╭─ Information

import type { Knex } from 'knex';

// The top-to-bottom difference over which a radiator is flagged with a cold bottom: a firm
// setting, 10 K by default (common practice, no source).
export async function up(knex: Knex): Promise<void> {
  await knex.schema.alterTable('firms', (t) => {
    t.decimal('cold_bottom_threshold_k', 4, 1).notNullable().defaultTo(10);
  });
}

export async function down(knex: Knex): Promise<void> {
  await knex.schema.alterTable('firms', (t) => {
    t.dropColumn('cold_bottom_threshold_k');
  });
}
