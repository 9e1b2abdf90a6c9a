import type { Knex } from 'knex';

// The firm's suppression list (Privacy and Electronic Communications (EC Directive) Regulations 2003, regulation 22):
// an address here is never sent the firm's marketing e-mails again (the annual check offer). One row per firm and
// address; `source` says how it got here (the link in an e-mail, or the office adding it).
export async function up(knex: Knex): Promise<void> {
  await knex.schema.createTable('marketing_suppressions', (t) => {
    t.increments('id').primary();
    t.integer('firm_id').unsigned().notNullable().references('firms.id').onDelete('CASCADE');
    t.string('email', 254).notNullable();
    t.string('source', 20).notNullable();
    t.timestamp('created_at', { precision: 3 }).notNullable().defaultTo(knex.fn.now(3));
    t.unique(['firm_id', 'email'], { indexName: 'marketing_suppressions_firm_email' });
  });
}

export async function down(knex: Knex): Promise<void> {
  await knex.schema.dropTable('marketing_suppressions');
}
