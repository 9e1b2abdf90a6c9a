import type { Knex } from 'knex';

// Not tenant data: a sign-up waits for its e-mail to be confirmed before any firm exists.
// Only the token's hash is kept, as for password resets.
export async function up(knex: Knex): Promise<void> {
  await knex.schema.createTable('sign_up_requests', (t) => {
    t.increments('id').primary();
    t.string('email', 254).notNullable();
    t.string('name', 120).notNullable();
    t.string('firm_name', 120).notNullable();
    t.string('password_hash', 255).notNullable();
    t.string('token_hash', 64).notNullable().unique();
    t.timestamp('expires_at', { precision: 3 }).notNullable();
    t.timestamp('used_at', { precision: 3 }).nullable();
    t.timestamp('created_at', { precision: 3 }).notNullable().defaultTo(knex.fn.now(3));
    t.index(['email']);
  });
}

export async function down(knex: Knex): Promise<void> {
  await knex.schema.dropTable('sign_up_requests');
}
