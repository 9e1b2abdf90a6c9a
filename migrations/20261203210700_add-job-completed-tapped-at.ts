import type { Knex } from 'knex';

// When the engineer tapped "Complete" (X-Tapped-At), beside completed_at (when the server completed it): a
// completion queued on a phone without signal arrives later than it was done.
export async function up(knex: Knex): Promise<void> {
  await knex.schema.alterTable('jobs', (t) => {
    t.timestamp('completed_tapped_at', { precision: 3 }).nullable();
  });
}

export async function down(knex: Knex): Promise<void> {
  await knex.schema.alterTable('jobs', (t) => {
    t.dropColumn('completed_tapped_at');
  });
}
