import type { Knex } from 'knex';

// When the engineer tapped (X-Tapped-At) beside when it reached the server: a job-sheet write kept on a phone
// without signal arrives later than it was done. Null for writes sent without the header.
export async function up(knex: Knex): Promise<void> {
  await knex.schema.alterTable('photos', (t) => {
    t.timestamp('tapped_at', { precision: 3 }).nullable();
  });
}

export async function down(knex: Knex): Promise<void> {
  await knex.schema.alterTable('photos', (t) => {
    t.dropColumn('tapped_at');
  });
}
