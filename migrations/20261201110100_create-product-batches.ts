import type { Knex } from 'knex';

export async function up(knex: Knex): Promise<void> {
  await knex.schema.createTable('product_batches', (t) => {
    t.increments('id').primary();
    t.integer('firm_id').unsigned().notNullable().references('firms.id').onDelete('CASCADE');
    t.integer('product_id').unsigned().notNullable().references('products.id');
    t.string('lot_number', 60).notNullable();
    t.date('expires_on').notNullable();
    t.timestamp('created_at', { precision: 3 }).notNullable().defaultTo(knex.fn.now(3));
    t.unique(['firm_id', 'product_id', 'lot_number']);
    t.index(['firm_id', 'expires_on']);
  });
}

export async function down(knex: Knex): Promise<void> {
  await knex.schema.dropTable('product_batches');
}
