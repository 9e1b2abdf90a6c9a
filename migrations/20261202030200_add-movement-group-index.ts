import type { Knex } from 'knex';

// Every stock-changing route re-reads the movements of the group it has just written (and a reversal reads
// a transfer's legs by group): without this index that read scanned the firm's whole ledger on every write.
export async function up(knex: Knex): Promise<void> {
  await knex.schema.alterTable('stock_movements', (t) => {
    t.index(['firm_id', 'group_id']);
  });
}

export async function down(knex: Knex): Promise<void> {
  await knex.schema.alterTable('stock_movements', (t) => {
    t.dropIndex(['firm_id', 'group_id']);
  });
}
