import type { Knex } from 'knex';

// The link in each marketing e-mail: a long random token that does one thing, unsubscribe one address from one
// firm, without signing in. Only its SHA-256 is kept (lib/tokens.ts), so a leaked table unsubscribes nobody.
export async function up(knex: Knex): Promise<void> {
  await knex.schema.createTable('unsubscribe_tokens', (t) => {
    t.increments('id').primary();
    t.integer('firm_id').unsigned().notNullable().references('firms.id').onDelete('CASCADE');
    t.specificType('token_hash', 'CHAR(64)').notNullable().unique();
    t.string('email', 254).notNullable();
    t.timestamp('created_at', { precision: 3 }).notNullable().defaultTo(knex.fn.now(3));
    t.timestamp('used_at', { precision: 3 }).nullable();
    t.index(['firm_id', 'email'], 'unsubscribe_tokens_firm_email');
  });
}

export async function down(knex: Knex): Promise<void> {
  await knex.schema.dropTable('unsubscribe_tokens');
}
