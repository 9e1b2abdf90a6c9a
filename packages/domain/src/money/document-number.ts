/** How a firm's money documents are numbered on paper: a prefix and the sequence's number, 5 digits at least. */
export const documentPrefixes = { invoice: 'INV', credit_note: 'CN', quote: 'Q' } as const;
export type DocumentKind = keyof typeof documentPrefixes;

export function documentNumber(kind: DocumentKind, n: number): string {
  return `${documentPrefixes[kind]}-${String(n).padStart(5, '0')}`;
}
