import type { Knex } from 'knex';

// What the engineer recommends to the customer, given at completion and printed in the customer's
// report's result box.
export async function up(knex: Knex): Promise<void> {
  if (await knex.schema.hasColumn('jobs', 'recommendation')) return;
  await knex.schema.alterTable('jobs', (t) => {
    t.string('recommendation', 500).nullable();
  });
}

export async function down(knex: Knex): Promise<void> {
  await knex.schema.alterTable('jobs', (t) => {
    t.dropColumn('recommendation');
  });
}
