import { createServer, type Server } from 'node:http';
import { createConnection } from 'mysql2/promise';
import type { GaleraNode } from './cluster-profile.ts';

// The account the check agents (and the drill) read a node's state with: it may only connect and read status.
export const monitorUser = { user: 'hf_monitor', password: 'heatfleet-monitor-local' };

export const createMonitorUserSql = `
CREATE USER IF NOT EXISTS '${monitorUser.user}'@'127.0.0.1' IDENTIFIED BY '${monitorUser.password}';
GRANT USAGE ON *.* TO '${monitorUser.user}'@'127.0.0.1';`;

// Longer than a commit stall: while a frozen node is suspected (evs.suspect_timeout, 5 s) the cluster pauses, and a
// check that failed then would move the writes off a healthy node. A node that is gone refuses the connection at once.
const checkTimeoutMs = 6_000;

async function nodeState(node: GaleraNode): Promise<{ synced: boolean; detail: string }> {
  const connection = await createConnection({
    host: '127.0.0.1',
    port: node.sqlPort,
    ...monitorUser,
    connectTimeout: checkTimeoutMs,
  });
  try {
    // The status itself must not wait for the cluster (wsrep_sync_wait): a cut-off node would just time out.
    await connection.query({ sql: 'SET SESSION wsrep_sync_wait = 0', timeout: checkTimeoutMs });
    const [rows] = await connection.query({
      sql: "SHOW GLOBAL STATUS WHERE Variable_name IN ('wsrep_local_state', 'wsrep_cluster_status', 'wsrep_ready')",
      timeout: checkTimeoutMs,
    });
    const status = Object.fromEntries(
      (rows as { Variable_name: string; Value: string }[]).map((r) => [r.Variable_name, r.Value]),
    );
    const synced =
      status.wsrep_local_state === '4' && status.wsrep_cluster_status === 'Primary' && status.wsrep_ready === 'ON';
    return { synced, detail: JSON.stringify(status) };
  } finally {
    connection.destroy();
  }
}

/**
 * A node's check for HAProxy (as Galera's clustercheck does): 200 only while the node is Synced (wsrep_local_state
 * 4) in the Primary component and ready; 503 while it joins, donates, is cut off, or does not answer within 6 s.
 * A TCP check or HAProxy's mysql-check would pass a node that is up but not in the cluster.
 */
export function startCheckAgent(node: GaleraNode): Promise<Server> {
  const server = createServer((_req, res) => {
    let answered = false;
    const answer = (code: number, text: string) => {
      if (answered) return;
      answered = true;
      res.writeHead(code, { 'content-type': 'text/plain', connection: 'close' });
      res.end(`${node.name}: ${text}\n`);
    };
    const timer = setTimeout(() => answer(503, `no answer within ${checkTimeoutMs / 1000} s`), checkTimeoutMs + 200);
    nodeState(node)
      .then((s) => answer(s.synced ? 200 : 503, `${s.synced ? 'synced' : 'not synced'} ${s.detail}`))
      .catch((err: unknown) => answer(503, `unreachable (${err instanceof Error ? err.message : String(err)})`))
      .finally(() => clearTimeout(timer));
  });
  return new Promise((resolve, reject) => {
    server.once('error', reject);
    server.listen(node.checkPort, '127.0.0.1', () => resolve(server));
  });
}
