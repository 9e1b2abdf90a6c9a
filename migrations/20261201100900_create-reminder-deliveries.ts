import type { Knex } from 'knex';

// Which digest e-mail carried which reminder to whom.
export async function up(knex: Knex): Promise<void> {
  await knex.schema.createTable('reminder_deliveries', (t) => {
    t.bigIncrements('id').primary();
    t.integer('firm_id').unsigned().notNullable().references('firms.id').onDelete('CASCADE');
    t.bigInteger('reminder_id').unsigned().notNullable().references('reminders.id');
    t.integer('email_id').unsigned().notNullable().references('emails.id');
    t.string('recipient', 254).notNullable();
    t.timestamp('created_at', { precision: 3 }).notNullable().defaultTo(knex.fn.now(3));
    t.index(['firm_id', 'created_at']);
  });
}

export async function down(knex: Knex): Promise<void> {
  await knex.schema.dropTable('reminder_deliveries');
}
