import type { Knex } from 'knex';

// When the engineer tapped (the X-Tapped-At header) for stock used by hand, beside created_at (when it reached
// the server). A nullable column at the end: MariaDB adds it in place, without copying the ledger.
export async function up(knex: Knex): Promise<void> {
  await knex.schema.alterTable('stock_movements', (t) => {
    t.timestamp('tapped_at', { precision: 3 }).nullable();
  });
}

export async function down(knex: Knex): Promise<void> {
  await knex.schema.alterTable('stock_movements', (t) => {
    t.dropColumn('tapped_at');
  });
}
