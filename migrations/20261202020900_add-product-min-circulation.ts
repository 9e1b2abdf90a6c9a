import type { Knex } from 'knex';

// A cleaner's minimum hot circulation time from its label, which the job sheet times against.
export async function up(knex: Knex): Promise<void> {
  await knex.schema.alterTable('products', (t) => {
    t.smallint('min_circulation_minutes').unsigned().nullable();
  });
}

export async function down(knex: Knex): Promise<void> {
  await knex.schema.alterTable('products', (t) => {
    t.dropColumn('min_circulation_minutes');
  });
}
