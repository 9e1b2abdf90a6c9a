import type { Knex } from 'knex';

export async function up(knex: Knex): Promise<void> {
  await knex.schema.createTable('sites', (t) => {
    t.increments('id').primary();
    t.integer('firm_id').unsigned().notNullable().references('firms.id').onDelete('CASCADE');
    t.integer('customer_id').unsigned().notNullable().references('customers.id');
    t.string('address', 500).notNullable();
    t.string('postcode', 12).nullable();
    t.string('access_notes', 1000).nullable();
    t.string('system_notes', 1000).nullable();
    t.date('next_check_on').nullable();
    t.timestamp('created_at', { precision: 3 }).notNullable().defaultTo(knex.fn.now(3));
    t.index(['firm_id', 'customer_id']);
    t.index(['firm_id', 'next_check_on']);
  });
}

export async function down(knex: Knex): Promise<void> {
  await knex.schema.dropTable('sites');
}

╰─

### Exercise requirements
What is needed is every line of the records above that contains the word "createConnection".

### Final answer
import { createConnection } from 'mysql2/promise';
  const connection = await createConnection({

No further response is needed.